▶ [EXERCISE BRIEF]:
Lines from the start of the data through the line containing "def samples(study: Study, plan: Plan)" must be given again exactly. Leave the others out.

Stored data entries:
-- Opening Marker --

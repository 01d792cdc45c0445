"""A plan as tables for a notebook. Units stand in the column names."""

from __future__ import annotations

from typing import TYPE_CHECKING, Any

from designer import units
from designer.outcomes import Plan, Predicted, Rating
from designer.records import Study

if TYPE_CHECKING:
    from pandas import DataFrame


def _named(name: str, unit: str) -> str:
    return f"{name} ({unit})" if unit else name


def samples(study: Study, plan: Plan) -> DataFrame:
    """One row for each sample, reading and candidate: conditions of the run, time, what is predicted
    (``predicted`` and ``error``, 1 SD of the instrument, in the unit of ``unit``), what is left, and
    what the sample is for."""
    from pandas import DataFrame

    rows = []
    for run in plan.runs:
        conditions = {
            _named(name, study.condition(name).unit): units.convert(value, study.condition(name).unit)
            for name, value in run.conditions
        }
        for number, sample in enumerate(run.samples, 1):
            time = {_named("time", study.time_unit): units.convert(sample.time, study.time_unit)}
            start = {"run": run.number, "sample": number, **time, **conditions}
            rows += [
                {**start, **_predicted(study, predicted), "purpose": sample.purpose}
                for predicted in sample.predicted
            ]
    return DataFrame(rows)


def _predicted(study: Study, predicted: Predicted) -> dict[str, Any]:
    unit = next(reading.unit for reading in study.readings if reading.name == predicted.reading)
    scale = units.scale(unit)[0]
    return {
        "candidate": predicted.candidate,
        "reading": predicted.reading,
        "unit": unit,
        "predicted": predicted.mean / scale,
        "error": predicted.error / scale,
        "censored": predicted.censored,
        "fraction left": predicted.left,
    }


def ratings(study: Study, plan: Plan) -> DataFrame:
    """One row for this plan and each other one: figures of ``outcomes.Rating`` and, beside each, its
    Monte-Carlo error (1 SE). Half-widths are fractions; SE of ln k are by candidate and constant."""
    from pandas import DataFrame

    return DataFrame([_rating(study, rating) for rating in (plan.rating, *plan.alternatives)])


def _rating(study: Study, rating: Rating) -> dict[str, Any]:
    figures = {
        "on top": rating.top,
        "reach": rating.reach,
        "mean probability": rating.mean_probability,
        "log score": rating.log_score,
        "information (nat)": rating.information,
        "information share": rating.information_share,
        **{f"on top, {name}": figure for name, figure in rating.top_by_law},
        **{f"reach, {name}": figure for name, figure in rating.reach_by_law},
        **{f"half-width of {p.constant}": p.half_width for p in rating.precision},
        **{f"half-width of {p.constant} met": p.met for p in rating.precision},
        **{f"SE of ln {s.constant}, {s.candidate}": s.spread for s in rating.spreads},
    }
    row: dict[str, Any] = {"plan": rating.name, "virtual studies": rating.studies}
    for name, figure in figures.items():
        row |= {name: figure.value, f"{name}, error": figure.error}
    row[_named("total time", study.time_unit)] = units.convert(rating.total_time, study.time_unit)
    return row | {"broken limits": "; ".join(rating.broken), "in doubt": rating.doubtful}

-- Closing Marker --

▶ [EXPECTED OUTPUT]:
repository 01d792cdc45c0445
"""A plan as tables for a notebook. Units stand in the column names."""

from __future__ import annotations

from typing import TYPE_CHECKING, Any

from designer import units
from designer.outcomes import Plan, Predicted, Rating
from designer.records import Study

if TYPE_CHECKING:
    from pandas import DataFrame


def _named(name: str, unit: str) -> str:
    return f"{name} ({unit})" if unit else name


def samples(study: Study, plan: Plan) -> DataFrame:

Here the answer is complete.